Supplied data: Begin

function filteredCertificates(db: Executor, filter: CertificateFilter) {
  let q = base(db);
  if (filter.lotId) q = q.where(sql<boolean>`coalesce(c.lot_id, sp.lot_id) = ${filter.lotId}::uuid`);
  if (filter.cellSpecificationId) q = q.where("cs.id", "=", filter.cellSpecificationId);
  if (filter.issuedFrom) q = q.where(sql<boolean>`(c.issued_at at time zone 'UTC')::date >= ${filter.issuedFrom}::date`);
  if (filter.issuedTo) q = q.where(sql<boolean>`(c.issued_at at time zone 'UTC')::date <= ${filter.issuedTo}::date`);
  if (filter.verdict) q = q.where(sql<boolean>`c.payload->'conformity'->>'specimenConforms' = ${filter.verdict}`);
  if (filter.runId) q = q.where("c.run_id", "=", filter.runId);
  return q;
}

export async function getCertificateByNumber(db: Executor, number: string): Promise<CertificateView | null> {
  const r = await base(db).where("c.number", "=", number).executeTakeFirst();
  return r ? toView(r) : null;
}

/** What the certificate services need of one certificate, its row locked when asked. */
export interface CertificateRecord {
  id: string;
  number: string;
  runId: string | null;
  lotId: string | null;
  pdfSha256: string;
  pdfStorageKey: string;
  revokedAt: Date | null;
  replacedByNumber: string | null;
  pdfFileId: string;
}

export async function getCertificateRecord(db: Executor, number: string, options: { forUpdate?: boolean } = {}): Promise<CertificateRecord | null> {
  if (options.forUpdate) await db.selectFrom("certificate").select("id").where("number", "=", number).forUpdate().execute();
  const r = await db
    .selectFrom("certificate as c")
    .innerJoin("stored_file as f", "f.id", "c.pdf_file_id")
    .leftJoin("certificate as next", "next.replaces_id", "c.id")
    .select(["c.id", "c.number", "c.run_id", "c.lot_id", "c.pdf_sha256", "f.storage_key", "c.revoked_at", "next.number as replaced_by_number", "c.pdf_file_id"])
    .where("c.number", "=", number)
    .executeTakeFirst();
  return r
    ? {
        id: r.id,
        number: r.number,
        runId: r.run_id,
        lotId: r.lot_id,
        pdfSha256: r.pdf_sha256,
        pdfStorageKey: r.storage_key,
        revokedAt: r.revoked_at,
        replacedByNumber: r.replaced_by_number,
        pdfFileId: r.pdf_file_id,
      }
    : null;
}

Supplied data: End

• **Instructions for the task**
Repeat word for word every line from the start of the entries to the line holding "const r = await db", inclusive, and nothing else.

• **Exercise solution**
function filteredCertificates(db: Executor, filter: CertificateFilter) {
  let q = base(db);
  if (filter.lotId) q = q.where(sql<boolean>`coalesce(c.lot_id, sp.lot_id) = ${filter.lotId}::uuid`);
  if (filter.cellSpecificationId) q = q.where("cs.id", "=", filter.cellSpecificationId);
  if (filter.issuedFrom) q = q.where(sql<boolean>`(c.issued_at at time zone 'UTC')::date >= ${filter.issuedFrom}::date`);
  if (filter.issuedTo) q = q.where(sql<boolean>`(c.issued_at at time zone 'UTC')::date <= ${filter.issuedTo}::date`);
  if (filter.verdict) q = q.where(sql<boolean>`c.payload->'conformity'->>'specimenConforms' = ${filter.verdict}`);
  if (filter.runId) q = q.where("c.run_id", "=", filter.runId);
  return q;
}

export async function getCertificateByNumber(db: Executor, number: string): Promise<CertificateView | null> {
  const r = await base(db).where("c.number", "=", number).executeTakeFirst();
  return r ? toView(r) : null;
}

/** What the certificate services need of one certificate, its row locked when asked. */
export interface CertificateRecord {
  id: string;
  number: string;
  runId: string | null;
  lotId: string | null;
  pdfSha256: string;
  pdfStorageKey: string;
  revokedAt: Date | null;
  replacedByNumber: string | null;
  pdfFileId: string;
}

export async function getCertificateRecord(db: Executor, number: string, options: { forUpdate?: boolean } = {}): Promise<CertificateRecord | null> {
  if (options.forUpdate) await db.selectFrom("certificate").select("id").where("number", "=", number).forUpdate().execute();
  const r = await db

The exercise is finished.